II
What The Beggar’s Opera is Not
Dears, before getting any answer at all on my previous letter, I have to write to you again because of a matter that causes me some unrest.
I saw recently in an Art Fair a “fake” beggar. I spoke with him and he told me he was the work of an artist. I went and spoke with the artist about his intentions and reasons, what was behind the work. He told me he basically wanted to attract attention to social unjustice by reminding the superficial public of an art fair that misery existed. He had created a company where unemployed people begged for money at cultural events, and he paid those people. The name of the company was “Misery Unlimited”, and the company was what he considered his work to be. So as to say, he produced an "artifice" (the beggars were fake, perhaps they were unemployed, but they were not beggars) to remind people of a truth (misery).
Without wanting to go into criticism about that project, I feel is necessary to clarify from the very beginning some points about "The Beggar’s Opera".
1- It is not a social project. It is not our intention to draw attention towards the less fortunate sectors of society. It is not our intention to criticise cultural events nor cultural public. We do not consider ourselves to be better than them, worse if anything.
2- It is not your mission to “disguise” yourselves as beggars. You are not “infiltrated” in the community of beggars, and your aim is not to get money. This said and this being clear, you might act as beggars or decide to disclose your true identity, you may beg and accept money, or not, you may adopt any of the beggar attitudes and beggar character-identities described in the previous letter, or create new ones, but you will do all this with the only intention to create an interesting situation. That’s all that matters.

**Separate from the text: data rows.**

from hxtrain.network import CaseError

from hxtrain.solver import package_version
from hxtrain.solver.simulation.results import SimulationResult

from .display_units import Display, current, difference_columns
from .spreadsheet import RESERVED_SHEETS, SHEET_NAME_LIMIT, about_table, workbook_bytes, words  # noqa: F401

FORMATS = (".csv", ".xlsx", ".json")
RUN_TABLES = ("units", "streams", "findings", "tears", "summary")
"""The tables of one run, in file order (with .csv: PATH, then PATH_streams.csv, ...)."""
COUNTS = ("limit_violations", "warnings", "iterations", "evaluations")
"""Quantities that are counts: written as whole numbers in every format."""
UNSAFE_CHARACTERS = re.compile(r'[\[\]:*?/\\<>"|\x00-\x1f]')
"""Characters Excel forbids in sheet names and file systems in file names."""


@dataclass
class WrittenSet:
    """The files written and, for CSV, what became of the earlier set's other companions."""

    files: list
    removed: list = field(default_factory=list)
    """Companions of the earlier set, written by hxtrain and unchanged since, that were removed."""
    kept: list = field(default_factory=list)
    """Companions of the earlier set left in place because they changed since hxtrain wrote them."""

    def describe(self) -> str:
        lines = [f"wrote {', '.join(str(p) for p in self.files)}"]
        if self.removed:
            lines.append(f"removed {', '.join(str(p) for p in self.removed)} (left from an earlier set written there)")
        if self.kept:
            lines.append(f"left {', '.join(str(p) for p in self.kept)} in place: part of an earlier set, changed "
                         "since hxtrain wrote it, not part of this one")
        return "\n".join(lines)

3- Your aim is to gather information about the city, the people and the enormous cultural event that is Munster Sculpture Projects. You use these informations to get at your second, more important aim: to construct a character (The Beggar) that is part of the public space landscape of Munster, and to construct a good Story made out of the every day stories you see and you create. These stories, these good stories, are to be told and to be read in the internet site of The Beggar, and in the theatre presentation we will regularly make.
4- If we have to choose a model, at the moment I am specially inclined to choose the model of Diogenes, the cynic, the dog.